I recently worked on an issue where all Windows 10 users were seeing two strange display issues on certain websites via Internet Explorer 11 and Edge. There were two noticeable symptoms:
- Chinese characters would show in particular locations on many websites. These were often buttons, but sometimes other symbols.
- Buttons would be completely blank. The buttons themselves worked, which you could either use if they had a graphical representation of the button still, or you knew where to click.
This was even presenting itself in Office 365 – I couldn’t see the Notifications, Settings or Help buttons, and they would instead show as blank boxes.
This was found while piloting Windows 10 from Windows 7. The visible options in Internet Explorer seemed identical. and other browsers weren’t affected – Chrome could display these sites perfectly fine.
I worked out what the problem and fix was (jump to the end if you want that now), but here’s the story on how we got to this broken state:
As part of prepping for Windows 10, I followed Microsoft’s Security Baseline documentation which contains a handy Excel spreadsheet, with recommendations on what Group Policy settings you should use for best security practises. I followed this (I’ve linked to a newer version) and made choices based on understanding each option, and what worked for us. There were very few settings I didn’t follow exactly.
One of these settings was ‘Untrusted Font Blocking‘. The document recommended enabling this, to stop untrusted fonts being used as they’re a security risk – the loading of a font can allow elevated privileges, and has been used before. Made sense to me, so I enabled it.
This is what Group Policy says about Untrusted Font Blocking:
This security feature provides a global setting to prevent programs from loading untrusted fonts. Untrusted fonts are any font installed outside of the %windir%\Fonts directory. This feature can be configured to be in 3 modes: On, Off, and Audit. By default, it is Off and no fonts are blocked. If you aren’t quite ready to deploy this feature into your organization, you can run it in Audit mode to see if blocking untrusted fonts causes any usability or compatibility issues.

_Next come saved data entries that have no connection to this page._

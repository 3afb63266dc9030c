import { useId } from "preact/hooks";
import { dimensionOf, fromUnit, symbolsOf, toUnit } from "../core.ts";
import { TextField } from "../waypoints/TextField.tsx";
import { splitQuantity, withUnit } from "./craft-edits.ts";
import type { CraftField } from "./craft-fields.ts";

interface QuantityFieldProps {
  readonly field: CraftField;
  readonly text: string;
  /** What is wrong with it, in a sentence; `null` where nothing is known to be. */
  readonly fault: string | null;
  /** Where it has no room for a label of its own, as in a table. */
  readonly unlabelled?: boolean;
  /** The text with its unit; empty where it is taken away. */
  readonly onText: (text: string) => void;
}

/** A figure with the unit that the user chose; the text with its unit is what the document keeps. */
export function QuantityField({ field, text, fault, unlabelled = false, onText }: QuantityFieldProps) {
  const faultId = useId();
  const { label, dimensions, otherwise } = field;
  const units = dimensions.flatMap(symbolsOf);
  const split = splitQuantity(text);
  const known = units.includes(split.unit);
  const unit = known || text === "" ? split.unit || field.unit : "";
  return (
    <div class="quantity">
      {!unlabelled && <span aria-hidden="true">{label}</span>}
      <TextField
        label={label}
        value={known ? split.number : text}
        {...(otherwise === undefined ? {} : { placeholder: otherwise })}
        {...(fault === null ? {} : { faultId })}
        onText={(typed) => onText(withUnit(typed, unit))}
      />
      {units.length > 0 && (
        <select
          aria-label={`Unit of ${label}`}
          value={unit}
          disabled={split.number === ""}
          onChange={({ currentTarget: { value } }) => onText(inOtherUnit(split.number, unit, value))}
        >
          {unit === "" && <option value="">unit</option>}
          {units.map((symbol) => (
            <option key={symbol}>{symbol}</option>
          ))}
        </select>
      )}
      {fault !== null && (
        <p class="field-fault" id={faultId}>
          {fault}
        </p>
      )}
    </div>
  );
}

/** The same amount in another unit of what it measures; the same number where the new unit measures something else. */
export function inOtherUnit(number: string, from: string, to: string): string {
  const value = Number(number);
  if (!Number.isFinite(value) || dimensionOf(from) === undefined || dimensionOf(from) !== dimensionOf(to)) {
    return `${number} ${to}`;
  }
  return `${Number(toUnit(fromUnit(value, from), to).toPrecision(6))} ${to}`;
}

Eventually with a lot of testing and googling, I tried disabling this option – and it worked. Once you know the fix to a problem, it’s really easy to work backwards to find out more about it.
It turns out that in simple terms, websites can present their own fonts to use. It may be easier to present an arrow that’s from a font, rather than making a graphic of a font. Usually the site will load the font on the fly, but blocking that means the site fails back to a ‘best match’ on the font, which seems to be a font for Chinese characters, or a font that has a blank character for the matched result. Makes sense.

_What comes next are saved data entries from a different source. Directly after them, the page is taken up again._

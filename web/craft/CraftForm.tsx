import type { CraftDocument } from "../state/plan-document.ts";
import { TextField } from "../waypoints/TextField.tsx";
import { setAt, setMedium, setModel, setRows, tableRows, textAt } from "./craft-edits.ts";
import {
  type CraftField,
  type CraftPath,
  type CraftSection,
  LIMITS,
  MODEL_FIELDS,
  MODELS,
  type ModelName,
  pathText,
  RATES,
  SPEEDS,
  STORE,
  WINDAGE,
} from "./craft-fields.ts";
import { QuantityField } from "./QuantityField.tsx";

/** The first fault of a craft, and the key that it stands at. */
interface CraftFault {
  readonly key: string | null;
  readonly fault: string;
}

export interface CraftFormProps {
  readonly craft: CraftDocument;
  readonly fault: CraftFault | null;
  readonly onCraft: (label: string, craft: CraftDocument) => void;
}

/** Everything that a craft file may hold. What is wrong stands beside the field that it stands in. */
export function CraftForm(props: CraftFormProps) {
  const { craft, fault, onCraft } = props;
  const moves = textAt(craft, ["moves"]) === "air" ? "air" : "water";
  const model = modelOf(craft);
  const sections = [SPEEDS, STORE, ...(moves === "water" ? [WINDAGE] : []), LIMITS];
  return (
    <div class="craft-form">
      <fieldset class="craft-section">
        <legend>Craft</legend>
        <div class={faultAt(fault, ["name"]) === null ? "quantity wide" : "quantity wide wrong"}>
          <span aria-hidden="true">Name</span>
          <TextField
            label="Name"
            value={textAt(craft, ["name"])}
            onText={(text) => onCraft("Name craft", setAt(craft, ["name"], text.trim()))}
          />
          <FaultText fault={faultAt(fault, ["name"])} />
        </div>
        <label class="quantity wide">
          <span>Moves through</span>
          <select
            value={moves}
            onChange={({ currentTarget: { value } }) =>
              onCraft("Change medium", setMedium(craft, value === "air" ? "air" : "water"))
            }
          >
            <option value="water">water</option>
            <option value="air">air</option>
          </select>
        </label>
      </fieldset>
      <fieldset class="craft-section">
        <legend>Power model</legend>
        <label class="quantity wide">
          <span>Model</span>
          <select
            value={model ?? ""}
            onChange={({ currentTarget: { value } }) => {
              const chosen = MODELS.find(([name]) => name === value)?.[0];
              if (chosen) onCraft("Change power model", setModel(craft, chosen));
            }}
          >
            {model === null && <option value="">none</option>}
            {MODELS.map(([name, text]) => (
              <option key={name} value={name}>
                {text}
              </option>
            ))}
          </select>
          <FaultText fault={faultAt(fault, ["power"]) ?? faultAt(fault, ["power", "model"])} />
        </label>
        {model === "table" && <RowsTable {...props} />}
        {model !== null && <Fields {...props} fields={MODEL_FIELDS[model]} />}
      </fieldset>
      {sections.map((section) => (
        <Section key={section.title} {...props} section={section} />
      ))}
    </div>
  );
}

function Section({ section, ...props }: CraftFormProps & { readonly section: CraftSection }) {
  const group = section.fields.find(({ path }) => path.length > 1)?.path.slice(0, 1);
  return (
    <fieldset class="craft-section">
      <legend>{section.title}</legend>
      <Fields {...props} fields={section.fields} />
      {group !== undefined && <FaultText fault={faultAt(props.fault, group)} />}
    </fieldset>
  );
}

function Fields({
  craft,
  fault,
  onCraft,
  fields,
}: CraftFormProps & { readonly fields: readonly CraftField[] }) {
  return (
    <>
      {fields.map((field) => (
        <QuantityField
          key={pathText(field.path)}
          field={field}
          text={textAt(craft, field.path)}
          fault={faultAt(fault, field.path)}
          onText={(text) => onCraft(`Change ${field.label.toLowerCase()}`, setText(craft, field, text))}
        />
      ))}
    </>
  );
}

/** The measured rows of a table, in any order; the core sorts them. */
function RowsTable({ craft, fault, onCraft }: CraftFormProps) {
  const rows = tableRows(craft);
  const cell = (
    at: number,
    key: "speed" | "rate",
    label: string,
    field: Pick<CraftField, "dimensions" | "unit">,
  ) => {
    const path = ["power", "rows", at, key];
    return (
      <QuantityField
        field={{ ...field, path, label: `${label} of row ${at + 1}` }}
        text={textAt(craft, path)}
        fault={faultAt(fault, path)}
        unlabelled
        onText={(text) => onCraft(`Change ${key} of a row`, setAt(craft, path, text))}
      />
    );
  };
  const last = rows.at(-1) ?? { speed: "", rate: "" };
  return (
    <div class="craft-rows">
      <table>
        <thead>
          <tr>
            <th scope="col">Speed</th>
            <th scope="col">Rate</th>
            <td />
          </tr>
        </thead>
        <tbody>
          {rows.map((_, at) => (
            <tr key={at}>
              <td>{cell(at, "speed", "Speed", { dimensions: ["speed"], unit: "kn" })}</td>
              <td>{cell(at, "rate", "Rate", { dimensions: RATES, unit: "kW" })}</td>
              <td>
                <button
                  type="button"
                  aria-label={`Take out row ${at + 1}`}
                  onClick={() =>
                    onCraft(
                      "Take out row",
                      setRows(
                        craft,
                        rows.filter((_row, other) => other !== at),
                      ),
                    )
                  }
                >
                  ✕
                </button>
              </td>
            </tr>
          ))}
        </tbody>
      </table>
      <button type="button" onClick={() => onCraft("Add row", setRows(craft, [...rows, last]))}>
        Add row
      </button>
      <FaultText fault={faultAt(fault, ["power", "rows"])} />
    </div>
  );
}

function FaultText({ fault }: { readonly fault: string | null }) {
  return fault === null ? null : <p class="field-fault">{fault}</p>;
}

function modelOf(craft: CraftDocument): ModelName | null {
  const name = textAt(craft, ["power", "model"]);
  return MODELS.find(([model]) => model === name)?.[0] ?? null;
}

/** A bare number is kept as a number where it is one; an empty text takes the key away. */
function setText(craft: CraftDocument, { path, dimensions }: CraftField, text: string): CraftDocument {
  if (text === "") return setAt(craft, path, undefined);
  const number = Number(text);
  return setAt(craft, path, dimensions.length === 0 && Number.isFinite(number) ? number : text);
}

/** The fault that stands at a path itself. */
function faultAt(fault: CraftFault | null, path: CraftPath): string | null {
  return fault !== null && fault.key === pathText(path) ? fault.fault : null;
}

Microsoft changed their mind on this recommendation, only a month ago from time of writing. That recommendation change is worth reading, as it explained why they did it, and why they’re now changing their mind. The good news is that you’re not losing security by abandoning this setting, as the way fonts are parsed has changed from kernel to sandboxed user mode.
TL;DR version:
Turn off Untrusted Font Blocking through either of these methods:
Group Policy – Disable or change to Not Configured: Computer Configuration > Policies > Administrative Templates > System > Mitigation Options > Untrusted Font Blocking
Registry Setting – HKEY_LOCAL_MACHINE\SYSTEM\CurrentControlSet\Control\Session Manager\Kernel\ – QWORD MitigationOptions
- To turn this feature on. Type 1000000000000.
- To turn this feature off. Type 2000000000000.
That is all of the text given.